Hooper is a perfect noir character–bitter, bored and trapped in a mundane life, he’s propelled into the undertow by the resentment of the respectable working life which has brought him nothing, and he’s fueled by his desire for an evil woman, and plenty of money to fund a new start. While the recently read German crime novel Silence is an exploration of guilt, Death’s Sweet Song is an exploration of the justification of crime & murder, and Hooper’s 1st person narrative gives us a ringside seat into one man’s dead-end life in which an opportunity to escape, a sex-lined exit appears–except that exit takes him straight to hell.
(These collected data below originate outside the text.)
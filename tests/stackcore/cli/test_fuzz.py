"""Two thousand spoiled job files: each is read, or refused with located faults, and never ends in a traceback."""

import os
import re
import subprocess
import sys
import time
from pathlib import Path
from typing import Final

import pytest

from stackcore.errors import JobError
from stackcore.job import job_from_json, job_to_json
from stackcore.job.records import AngleGrid, FrequencyGrid, JobRecord
from tests.stackcore.cli.conftest import Run
from tests.stackcore.cli.spoiling import spoiled
from tests.stackcore.formats.files import HAND_WRITTEN, SAVED

FILES: Final = 2000
BATCH: Final = 100
LONGEST: Final = 3.0
"""Seconds that a file may take."""

FEW: Final = 5000
"""Pairs of frequency and angle that are solved here; larger sweeps are only read."""

# One fault: a place (in the file, or a line of it, or an option) unless it is the whole file that is wrong.
LINE: Final = re.compile(r"slabwright: (\S.*: )?\S.*; allowed: \S.*")


def content_of(seed: int) -> bytes:
    """Return a spoiled job file; both stored files take turns, with a shorter sweep."""
    whole = (HAND_WRITTEN, SAVED)[seed % 2].read_bytes().replace(b'"points": 401', b'"points": 11')
    return spoiled(seed, whole)


def pairs(record: JobRecord) -> int:
    """Return how many pairs of frequency and angle a sweep has."""
    sizes = [
        axis.points if isinstance(axis, FrequencyGrid | AngleGrid) else len(axis)
        for axis in (record.sweep.frequency, record.sweep.angle)
    ]
    return sizes[0] * sizes[1] * len(record.stacks)


def read(content: bytes) -> JobRecord | None:
    """Return the record of a file, or None when it has faults, each of which must be one printable line."""
    try:
        return job_from_json(content)
    except JobError as error:
        faults = error.faults
    assert faults
    assert all(str(fault).isprintable() and fault.message for fault in faults)
    return None


@pytest.mark.parametrize("first", range(0, FILES, BATCH))
def test_a_spoiled_file_is_read_or_refused(first: int, run: Run, tmp_path: Path) -> None:
    """A spoiled file that can be read means the same after a save; any other gives status 2 and a line a fault."""
    path = tmp_path / "spoiled.slabjob"
    for seed in range(first, first + BATCH):
        content = content_of(seed)
        path.write_bytes(content)
        start = time.process_time()
        record = read(content)
        assert time.process_time() - start < LONGEST, seed
        if record is not None:
            assert job_from_json(job_to_json(record)) == record, seed
            if pairs(record) > FEW:
                continue
        start = time.process_time()
        outcome = run("sweep", path, "--csv", os.devnull)
        assert time.process_time() - start < LONGEST, seed
        assert outcome.status == (2 if record is None else 0), seed
        assert bool(outcome.lines) == (record is None), seed
        assert all(LINE.fullmatch(line) for line in outcome.lines), (seed, outcome.lines)


def test_spoiling_reaches_both_ends() -> None:
    """The spoiled files are not all refused and not all read, and their faults lie all over the file."""
    places: set[str] = set()
    refused = 0
    for seed in range(0, FILES, 4):
        try:
            job_from_json(content_of(seed))
        except JobError as error:
            refused += 1
            places |= {re.sub(r"\[.*?\]", "[]", fault.path) for fault in error.faults}
    assert FILES / 4 * 0.5 < refused < FILES / 4 * 0.95
    assert {"", "format", "stacks[].elements[].thickness", "sweep.angle[]", "sweep.frequency.points"} <= places
    assert len(places) > 50


@pytest.mark.parametrize("seed", [3, 500, 1001, 1502, 1999])
def test_a_process_of_its_own_says_the_same(seed: int, run: Run, tmp_path: Path) -> None:
    """Run as a command, a spoiled file gives the same status and the same lines as in this process."""
    path = tmp_path / "spoiled.slabjob"
    path.write_bytes(content_of(seed))
    command = [sys.executable, "-m", "stackcore", "sweep", str(path), "--csv", os.devnull]
    process = subprocess.run(command, capture_output=True, check=False)
    assert (process.returncode, process.stderr.decode().splitlines()) == run("sweep", path, "--csv", os.devnull)[
        ::2
    ]
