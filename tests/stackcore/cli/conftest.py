"""A job file to run commands on, and a way to run them in this process."""

import shutil
from collections.abc import Callable
from pathlib import Path
from typing import NamedTuple

import pytest

from stackcore.cli import main
from tests.stackcore.formats.files import HAND_WRITTEN


class Outcome(NamedTuple):
    """What a command line left: exit status, standard output, lines of standard error."""

    status: int
    out: str
    lines: list[str]


Run = Callable[..., Outcome]


@pytest.fixture
def job_file(tmp_path: Path) -> Path:
    """A copy of the stored example."""
    return Path(shutil.copy(HAND_WRITTEN, tmp_path / "cover.slabjob"))


@pytest.fixture
def run(capfdbinary: pytest.CaptureFixture[bytes]) -> Run:
    """Run ``slabwright`` with arguments, in this process."""

    def run(*arguments: object) -> Outcome:
        capfdbinary.readouterr()
        status = main([str(argument) for argument in arguments])
        out, err = capfdbinary.readouterr()
        return Outcome(status, out.decode(), err.decode().splitlines())

    return run
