"""The names of the curves, each at the right end of its curve in its colour."""

from collections.abc import Sequence
from dataclasses import dataclass
from typing import Any, Final

import numpy as np
import pyqtgraph as pg
from PySide6.QtCore import QPointF, QRectF, Qt
from PySide6.QtGui import QColor, QFont, QFontMetricsF, QPainter, QPen
from PySide6.QtWidgets import QStyleOptionGraphicsItem, QWidget

from app.panels.curves.curve_layer import DrawnCurve
from app.panels.curves.frame import Frame
from app.panels.curves.spacing import spread

_LEADER: Final = 16.0
_GAP: Final = 4.0
_EDGE: Final = 6.0
_OVER: Final = 24.0


@dataclass(frozen=True, slots=True, eq=False)
class EndLabel:
    """The name of a curve."""

    text: str
    curve: DrawnCurve

    def value(self, right: float) -> float:
        """Return the value at which the curve leaves a plot that ends at the position `right`; nan for none."""
        curve = self.curve
        last = int(np.searchsorted(curve.positions, right, side="right"))
        for begin, end in reversed(curve.runs):
            if begin < last:
                stretch = slice(begin, end)
                return float(np.interp(right, curve.positions[stretch], curve.values[stretch]))
        return float("nan")


class EndLabels(pg.GraphicsWidget):
    """A column beside the plot area; texts are pushed apart and tied to their curves by a thin line.

    Curves that leave through the top or the bottom are named at that edge with an arrow. When the column is
    too short for all names it stays empty and `crowded` is true: the legend takes over.
    """

    def __init__(self, area: Any) -> None:
        super().__init__()
        self._area = area
        self._labels: tuple[EndLabel, ...] = ()
        self._font = QFont()
        self._width = -1.0
        self._ends: tuple[float, ...] = ()
        self._places: tuple[float, ...] | None = ()
        self._texts: tuple[str, ...] = ()
        area.sigRangeChanged.connect(self._fit)
        area.sigResized.connect(self._fit)

    @property
    def labels(self) -> tuple[EndLabel, ...]:
        """The names, whether there is room for them or not."""
        return self._labels

    @property
    def crowded(self) -> bool:
        """Whether there is no room for the names."""
        return self._places is None

    @property
    def places(self) -> tuple[float, ...] | None:
        """Where each name stands, in pixels from the top of the plot area; None when crowded."""
        return self._places

    @property
    def texts(self) -> tuple[str, ...]:
        """The names as written, with an arrow where the curve is above or below the visible part."""
        return self._texts

    def set_font(self, font: QFont) -> None:
        """Write the names in this font."""
        self._font = font
        self._fit()

    def set_labels(self, labels: Sequence[EndLabel]) -> None:
        """Name these curves from now on."""
        self._labels = tuple(labels)
        self._fit()

    def boundingRect(self) -> QRectF:
        """Return the column, with room for a name that stands at the upper or lower edge of the plot area."""
        column: QRectF = super().boundingRect()
        return column.adjusted(0.0, -_OVER, 0.0, _OVER)

    def paint(self, painter: QPainter, option: QStyleOptionGraphicsItem, widget: QWidget | None = None) -> None:
        """Write the names."""
        if self._places is None:
            return
        height = self._frame().height
        metrics = QFontMetricsF(self._font)
        painter.setRenderHint(QPainter.RenderHint.Antialiasing)
        rows = zip(self._labels, self._texts, self._ends, self._places, strict=True)
        for label, text, end, place in rows:
            colour = QColor(label.curve.colour)
            font = QFont(self._font)
            font.setWeight(QFont.Weight.DemiBold if label.curve.chosen else QFont.Weight.Normal)
            painter.setFont(font)
            painter.setPen(QPen(colour, 1.0))
            painter.drawLine(QPointF(2.0, min(max(end, 0.0), height)), QPointF(_LEADER - _GAP, place))
            room = QRectF(_LEADER, place - metrics.height() / 2, self._width, metrics.height())
            painter.drawText(room, Qt.AlignmentFlag.AlignVCenter | Qt.AlignmentFlag.AlignLeft, text)

    def _frame(self) -> Frame:
        (left, right), (bottom, top) = self._area.viewRange()
        return Frame(left, right, bottom, top, 1.0, max(float(self._area.rect().height()), 1.0))

    def _fit(self, *_: object) -> None:
        """Find the places, and be as wide as the longest name, or a mere gap when the names do not fit."""
        frame = self._frame()
        bold = QFont(self._font)
        bold.setWeight(QFont.Weight.DemiBold)
        metrics = QFontMetricsF(bold)
        values = [label.value(frame.right) for label in self._labels]
        marks = ("↓ " if value < frame.bottom else "↑ " if value > frame.top else "" for value in values)
        self._texts = tuple(f"{mark}{lab.text}" for mark, lab in zip(marks, self._labels, strict=True))
        self._ends = tuple(frame.down(value) if value == value else frame.height for value in values)
        self._places = spread(self._ends, metrics.height() + 1, -_EDGE, frame.height + _EDGE)
        longest = max((metrics.horizontalAdvance(f"↑ {label.text}") for label in self._labels), default=0.0)
        width = 12.0 if self.crowded or not self._labels else _LEADER + longest + _GAP
        if width != self._width:
            self._width = width
            self.setMinimumWidth(width)
            self.setMaximumWidth(width)
        self.update()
The out-of-the-way roadhouse is an iconic noir staple, and there’s just a slight variation here which reminds me of the setting of They Don’t Dance Much from James Ross. In The Postman Always Rings Twice, Frank was the man who walked into Cora’s life and set the chain of tragic events into motion, but it was a chain of events that were waiting to happen. The day Paula Sheldon showed up changed Hooper’s life, but similarly it was a fate that was waiting for Hooper. He just didn’t know it.
The one word that kept hitting me was “murder.” To me it didn’t have the usual meaning. It was like thinking of cancer or TB. You get yourself branded with it and it kills you, only with murder you die in the electric chair instead of in a bed.